Nonetheless, we identified “tuning” as necessary first, and now it is contingent upon the development of the pocket universe. And this is supposed to be all scientific.

Thus we have that Martin’s heuristic that what is “necessary” cannot be “contingent” asks a little too much in the second part of his TANG argument (on Science). I also believe that Martin misconstrued the TAG argument (Transcendental Argument for God) in this case. TAG-ers argue that Logic is necessary for the orderly world. So in seeing this, God brought Logic into being for this purpose. To then argue that Logic is then contingent upon God’s design and so not necessary for what he intends, misses part of the framework.

To one sense, to view God as “perfect” means that we accept that all His steps were “necessary” to “work to the good”. To then say, that they were “contingent” upon God’s intent, and thus not necessary, likely throws an equivocation in there somewhere.

However, I can go further in examining Martin vs. the Anthropic Principle. I can say that only in a world where Logic divides a proposition from its contradiction would it be enough of a thing to remark that it acts in such a way. Because were it not to act in this way, in the local condition, we could not say that it definitely does not act the other way as well. Thus we would not see the face of Logic as non-contradictory, but as incoherent mixture.

Of course this makes no sense, but only in a world where the forces combine to make sense can we observe what makes no sense. Without that pre-condition, we’re in a world that makes no sense, and regard proposition that both make sense and do not make sense.

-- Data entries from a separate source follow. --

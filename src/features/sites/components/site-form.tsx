import { siteCreateSchema, siteUpdateSchema, type SiteCreate, type SiteDto } from '../../../../shared/schemas/site';
import { Caution } from '../../../components/caution';
import { FormMessage, SelectField, TextAreaField, TextField, type Option, FormActions } from '../../../components/form-field';
import { toIdOrNull, toNumber, useSchemaForm } from '../../../lib/schema-form';
import { useCreateSite, useUpdateSite } from '../api/sites';

interface SiteFormProps {
  site?: SiteDto;
  neighbourhoodOptions: Option[];
  /** People who may host; null when the caller cannot list people, so the host stays as it is. */
  hostOptions: Option[] | null;
  onSaved: (site: SiteDto) => void;
  onCancel: () => void;
}

function initialValues(site?: SiteDto) {
  return {
    name: site?.name ?? '',
    neighbourhoodId: site ? String(site.neighbourhoodId) : '',
    latitude: site ? String(site.latitude) : '',
    longitude: site ? String(site.longitude) : '',
    groundElevationM: site ? String(site.groundElevationM) : '',
    antennaHeightM: site ? String(site.antennaHeightM) : '',
    accessNotes: site?.accessNotes ?? '',
    hostUserId: site?.hostUserId ? String(site.hostUserId) : '',
  };
}

export function SiteForm({ site, neighbourhoodOptions, hostOptions, onSaved, onCancel }: SiteFormProps) {
  const create = useCreateSite();
  const update = useUpdateSite(site?.id ?? 0);
  const form = useSchemaForm({
    defaultValues: initialValues(site),
    schema: site ? siteUpdateSchema : siteCreateSchema,
    toInput: (values) => ({
      name: values.name,
      neighbourhoodId: toNumber(values.neighbourhoodId),
      latitude: toNumber(values.latitude),
      longitude: toNumber(values.longitude),
      groundElevationM: toNumber(values.groundElevationM),
      antennaHeightM: toNumber(values.antennaHeightM),
      accessNotes: values.accessNotes,
      ...(hostOptions ? { hostUserId: toIdOrNull(values.hostUserId) } : {}),
    }),
  });
  const { field } = form;
  const submit = form.handleSubmit((input) => {
    if (site) update.mutate(input, { onSuccess: onSaved, onError: form.showServerError });
    else create.mutate(input as SiteCreate, { onSuccess: onSaved, onError: form.showServerError });
  });

  return (
    <form noValidate aria-label={site ? `Edit ${site.name}` : 'New site'} className="space-y-4 rounded-lg border border-line bg-surface p-4" onSubmit={submit}>
      <Caution>Roof access and mast work are dangerous. Follow local codes and licensed practice, and never work at height alone.</Caution>
      <FormMessage message={form.formError} />
      <div className="grid gap-4 sm:grid-cols-2">
        <TextField label="Name" {...field('name')} />
        <SelectField label="Neighbourhood" {...field('neighbourhoodId')} options={neighbourhoodOptions} placeholder="Choose…" />
        <TextField label="Latitude (°)" inputMode="decimal" {...field('latitude')} hint="WGS84, north positive, e.g. 52.0702" />
        <TextField label="Longitude (°)" inputMode="decimal" {...field('longitude')} hint="WGS84, east positive, e.g. 4.3007" />
        <TextField label="Ground elevation (m)" inputMode="decimal" {...field('groundElevationM')} hint="Above sea level; blank means 0" />
        <TextField label="Antenna height above ground (m)" inputMode="decimal" {...field('antennaHeightM')} hint="Blank means 0" />
        {hostOptions ? (
          <SelectField label="Host" {...field('hostUserId')} options={hostOptions} placeholder="No host" />
        ) : (
          site?.host && <TextField label="Host" value={site.host.name} readOnly hint="Only an admin can change the host." />
        )}
      </div>
      <TextAreaField label="Access notes" {...field('accessNotes')} hint="How to reach the roof or window: keys, ladders, who to call first." />
      <FormActions label={site ? 'Save changes' : 'Add site'} busy={create.isPending || update.isPending} onCancel={onCancel} />
    </form>
  );
}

If Logic is in fact contingent, I wonder how it was that Martin saw Logic as necessary at all. The world just does not produce “necessary Logic”.

Also it would be hard to argue that, across one of these impermeable walls which separate the multiverse (an idea in which I invest only curiosity), a universe so inept that it cannot make simple gravity, let alone the observers that could note that it is inept at making gravity, saw “Logic”.

Likewise, without the multiverse dodge, left alone with just our simple improbable, conveniently “tuned” universe to observe, the same holds true–it would seem. Given all those other possible universes that could not evolve life, in what sense would “Logic” still be brooding over the waters of Chaos?